The task: For the word "pages", count the lines of the listing that contain it and give only the count.

Data excerpts:
★ ★ ★ ★ ★ ★ ★
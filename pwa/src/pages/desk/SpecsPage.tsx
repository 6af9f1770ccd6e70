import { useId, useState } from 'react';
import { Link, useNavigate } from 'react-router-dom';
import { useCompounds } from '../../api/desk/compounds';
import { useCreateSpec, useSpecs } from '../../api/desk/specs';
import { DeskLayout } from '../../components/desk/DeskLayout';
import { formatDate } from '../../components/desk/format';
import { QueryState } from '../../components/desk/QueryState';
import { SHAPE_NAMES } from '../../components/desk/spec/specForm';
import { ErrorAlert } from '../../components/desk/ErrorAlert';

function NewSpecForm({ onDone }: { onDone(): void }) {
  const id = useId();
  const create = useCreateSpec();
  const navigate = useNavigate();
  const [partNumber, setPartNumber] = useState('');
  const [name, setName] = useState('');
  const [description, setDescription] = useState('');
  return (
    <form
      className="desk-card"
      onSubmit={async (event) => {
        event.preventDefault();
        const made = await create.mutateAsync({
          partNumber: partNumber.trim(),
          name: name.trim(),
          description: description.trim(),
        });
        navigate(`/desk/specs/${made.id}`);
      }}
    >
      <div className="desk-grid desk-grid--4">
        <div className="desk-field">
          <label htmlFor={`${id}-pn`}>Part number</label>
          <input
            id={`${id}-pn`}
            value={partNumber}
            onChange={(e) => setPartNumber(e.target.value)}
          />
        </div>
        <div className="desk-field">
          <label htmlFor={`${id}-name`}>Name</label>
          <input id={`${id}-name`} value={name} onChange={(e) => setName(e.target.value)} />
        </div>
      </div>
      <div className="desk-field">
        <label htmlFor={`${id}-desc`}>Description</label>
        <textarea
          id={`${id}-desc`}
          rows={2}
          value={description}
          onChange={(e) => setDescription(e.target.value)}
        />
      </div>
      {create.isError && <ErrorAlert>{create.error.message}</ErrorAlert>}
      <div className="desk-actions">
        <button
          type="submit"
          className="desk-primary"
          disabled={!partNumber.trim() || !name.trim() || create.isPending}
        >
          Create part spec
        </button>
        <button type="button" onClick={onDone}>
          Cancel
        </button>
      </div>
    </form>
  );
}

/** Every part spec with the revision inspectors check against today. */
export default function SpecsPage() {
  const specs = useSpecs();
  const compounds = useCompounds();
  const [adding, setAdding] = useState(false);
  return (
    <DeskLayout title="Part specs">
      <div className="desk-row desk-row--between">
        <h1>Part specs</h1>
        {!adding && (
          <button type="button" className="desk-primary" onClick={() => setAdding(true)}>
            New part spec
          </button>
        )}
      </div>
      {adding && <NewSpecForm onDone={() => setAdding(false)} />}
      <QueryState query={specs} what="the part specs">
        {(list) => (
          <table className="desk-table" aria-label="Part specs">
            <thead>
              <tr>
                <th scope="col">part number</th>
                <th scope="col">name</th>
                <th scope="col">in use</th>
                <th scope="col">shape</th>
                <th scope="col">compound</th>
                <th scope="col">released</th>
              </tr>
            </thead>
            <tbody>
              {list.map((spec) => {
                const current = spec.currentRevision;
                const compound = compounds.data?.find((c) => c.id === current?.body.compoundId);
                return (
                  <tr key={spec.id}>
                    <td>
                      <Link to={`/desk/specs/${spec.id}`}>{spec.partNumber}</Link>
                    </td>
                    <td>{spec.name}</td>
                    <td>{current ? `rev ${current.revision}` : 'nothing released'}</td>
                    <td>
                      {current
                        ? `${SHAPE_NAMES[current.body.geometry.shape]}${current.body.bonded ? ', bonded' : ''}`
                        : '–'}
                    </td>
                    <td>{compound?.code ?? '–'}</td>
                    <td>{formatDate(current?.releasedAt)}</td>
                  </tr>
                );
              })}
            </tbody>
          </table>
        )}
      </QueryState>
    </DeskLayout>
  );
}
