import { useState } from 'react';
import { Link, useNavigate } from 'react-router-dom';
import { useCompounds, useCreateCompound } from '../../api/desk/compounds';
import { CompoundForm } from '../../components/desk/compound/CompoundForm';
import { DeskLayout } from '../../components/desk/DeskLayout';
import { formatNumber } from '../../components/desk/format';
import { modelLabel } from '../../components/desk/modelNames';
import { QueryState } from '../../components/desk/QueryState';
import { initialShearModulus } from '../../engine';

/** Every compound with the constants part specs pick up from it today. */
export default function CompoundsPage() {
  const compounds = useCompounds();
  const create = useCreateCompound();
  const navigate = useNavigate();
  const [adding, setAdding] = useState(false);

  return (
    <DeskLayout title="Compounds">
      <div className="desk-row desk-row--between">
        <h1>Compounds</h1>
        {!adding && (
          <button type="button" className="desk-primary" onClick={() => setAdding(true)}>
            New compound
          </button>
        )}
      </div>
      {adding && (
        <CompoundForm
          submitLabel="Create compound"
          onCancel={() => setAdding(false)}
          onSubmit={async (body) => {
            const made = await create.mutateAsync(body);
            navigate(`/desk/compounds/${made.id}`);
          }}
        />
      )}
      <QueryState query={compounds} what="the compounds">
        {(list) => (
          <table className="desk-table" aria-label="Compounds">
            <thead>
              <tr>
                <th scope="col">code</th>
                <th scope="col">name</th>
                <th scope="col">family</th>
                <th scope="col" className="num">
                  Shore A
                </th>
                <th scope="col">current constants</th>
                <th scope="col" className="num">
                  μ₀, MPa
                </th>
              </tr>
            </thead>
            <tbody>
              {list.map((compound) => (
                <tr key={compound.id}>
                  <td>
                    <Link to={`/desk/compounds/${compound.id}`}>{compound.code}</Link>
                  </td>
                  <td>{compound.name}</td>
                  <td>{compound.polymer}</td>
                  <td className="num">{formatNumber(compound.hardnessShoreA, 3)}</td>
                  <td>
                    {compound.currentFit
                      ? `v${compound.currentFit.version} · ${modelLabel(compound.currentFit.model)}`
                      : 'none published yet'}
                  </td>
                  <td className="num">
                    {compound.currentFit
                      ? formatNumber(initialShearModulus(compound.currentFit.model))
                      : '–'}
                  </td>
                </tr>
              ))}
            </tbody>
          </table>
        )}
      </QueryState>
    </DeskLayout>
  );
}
★ ★ ★ ★ ★ ★ ★
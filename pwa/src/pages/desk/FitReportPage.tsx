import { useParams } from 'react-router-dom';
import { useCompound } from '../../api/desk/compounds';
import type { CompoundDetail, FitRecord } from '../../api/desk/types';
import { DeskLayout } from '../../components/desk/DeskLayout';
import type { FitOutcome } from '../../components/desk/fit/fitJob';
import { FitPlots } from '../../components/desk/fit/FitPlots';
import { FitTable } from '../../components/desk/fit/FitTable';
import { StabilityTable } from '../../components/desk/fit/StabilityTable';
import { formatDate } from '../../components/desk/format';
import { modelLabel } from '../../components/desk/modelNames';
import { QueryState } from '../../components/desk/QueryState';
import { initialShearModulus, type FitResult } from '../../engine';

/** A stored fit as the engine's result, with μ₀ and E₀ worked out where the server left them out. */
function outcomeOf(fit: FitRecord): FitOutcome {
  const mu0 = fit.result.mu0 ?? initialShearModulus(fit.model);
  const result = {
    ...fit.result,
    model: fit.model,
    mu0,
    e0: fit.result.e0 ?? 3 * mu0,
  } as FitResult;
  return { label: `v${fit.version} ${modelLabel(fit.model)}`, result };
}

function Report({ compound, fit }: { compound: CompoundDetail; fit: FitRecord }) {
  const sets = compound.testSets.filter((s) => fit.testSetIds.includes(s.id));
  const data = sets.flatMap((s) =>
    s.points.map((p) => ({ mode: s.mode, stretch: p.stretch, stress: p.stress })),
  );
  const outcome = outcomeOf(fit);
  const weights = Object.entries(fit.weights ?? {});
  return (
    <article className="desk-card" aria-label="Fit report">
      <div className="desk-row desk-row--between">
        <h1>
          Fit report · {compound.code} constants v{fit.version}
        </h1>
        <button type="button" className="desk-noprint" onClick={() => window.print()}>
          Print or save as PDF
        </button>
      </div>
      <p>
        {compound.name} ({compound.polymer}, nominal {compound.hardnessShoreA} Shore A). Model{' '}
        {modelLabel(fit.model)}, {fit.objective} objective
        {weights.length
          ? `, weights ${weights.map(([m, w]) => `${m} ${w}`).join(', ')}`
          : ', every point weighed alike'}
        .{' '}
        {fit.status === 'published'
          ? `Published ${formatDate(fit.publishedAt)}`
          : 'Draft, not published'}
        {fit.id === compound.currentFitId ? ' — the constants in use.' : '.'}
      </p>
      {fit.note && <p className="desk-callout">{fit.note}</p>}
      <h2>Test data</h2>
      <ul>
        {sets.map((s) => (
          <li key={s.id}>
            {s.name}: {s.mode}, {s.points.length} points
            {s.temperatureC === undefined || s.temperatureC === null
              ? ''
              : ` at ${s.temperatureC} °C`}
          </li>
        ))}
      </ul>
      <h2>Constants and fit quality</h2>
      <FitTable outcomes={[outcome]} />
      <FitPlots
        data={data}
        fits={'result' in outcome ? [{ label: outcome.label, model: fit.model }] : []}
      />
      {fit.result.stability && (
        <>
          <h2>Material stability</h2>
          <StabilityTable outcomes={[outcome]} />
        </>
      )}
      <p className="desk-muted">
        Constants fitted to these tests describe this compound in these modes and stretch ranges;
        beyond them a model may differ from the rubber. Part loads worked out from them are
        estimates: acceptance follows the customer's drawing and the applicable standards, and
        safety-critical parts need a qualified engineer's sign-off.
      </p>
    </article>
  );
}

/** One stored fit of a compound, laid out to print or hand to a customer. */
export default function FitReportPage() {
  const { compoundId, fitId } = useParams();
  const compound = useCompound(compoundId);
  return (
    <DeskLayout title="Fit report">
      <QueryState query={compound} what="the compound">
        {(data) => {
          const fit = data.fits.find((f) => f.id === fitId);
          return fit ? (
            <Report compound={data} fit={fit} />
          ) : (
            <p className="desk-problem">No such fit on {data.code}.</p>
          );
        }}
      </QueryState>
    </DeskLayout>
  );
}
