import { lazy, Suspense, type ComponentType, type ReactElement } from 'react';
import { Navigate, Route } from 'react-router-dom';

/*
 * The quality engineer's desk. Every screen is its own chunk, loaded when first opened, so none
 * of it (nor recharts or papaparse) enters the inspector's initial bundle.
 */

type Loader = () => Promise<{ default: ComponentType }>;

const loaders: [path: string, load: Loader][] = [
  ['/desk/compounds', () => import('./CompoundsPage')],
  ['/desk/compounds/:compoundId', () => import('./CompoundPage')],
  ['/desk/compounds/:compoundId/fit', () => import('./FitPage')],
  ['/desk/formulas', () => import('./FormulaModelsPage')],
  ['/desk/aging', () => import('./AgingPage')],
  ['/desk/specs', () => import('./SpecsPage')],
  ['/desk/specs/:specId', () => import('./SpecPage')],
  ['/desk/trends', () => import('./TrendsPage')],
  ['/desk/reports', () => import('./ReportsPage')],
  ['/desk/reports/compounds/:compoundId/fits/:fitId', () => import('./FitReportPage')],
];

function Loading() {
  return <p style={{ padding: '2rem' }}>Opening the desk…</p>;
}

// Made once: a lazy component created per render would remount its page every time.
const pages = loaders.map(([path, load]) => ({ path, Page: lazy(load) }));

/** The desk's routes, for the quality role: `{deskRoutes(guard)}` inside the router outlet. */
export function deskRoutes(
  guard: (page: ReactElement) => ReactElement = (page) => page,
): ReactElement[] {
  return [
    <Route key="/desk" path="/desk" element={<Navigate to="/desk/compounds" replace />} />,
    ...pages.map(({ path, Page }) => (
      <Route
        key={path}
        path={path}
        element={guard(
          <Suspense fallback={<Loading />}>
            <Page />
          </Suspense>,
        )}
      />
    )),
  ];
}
★ ★ ★ ★ ★ ★ ★
Exercise result: 4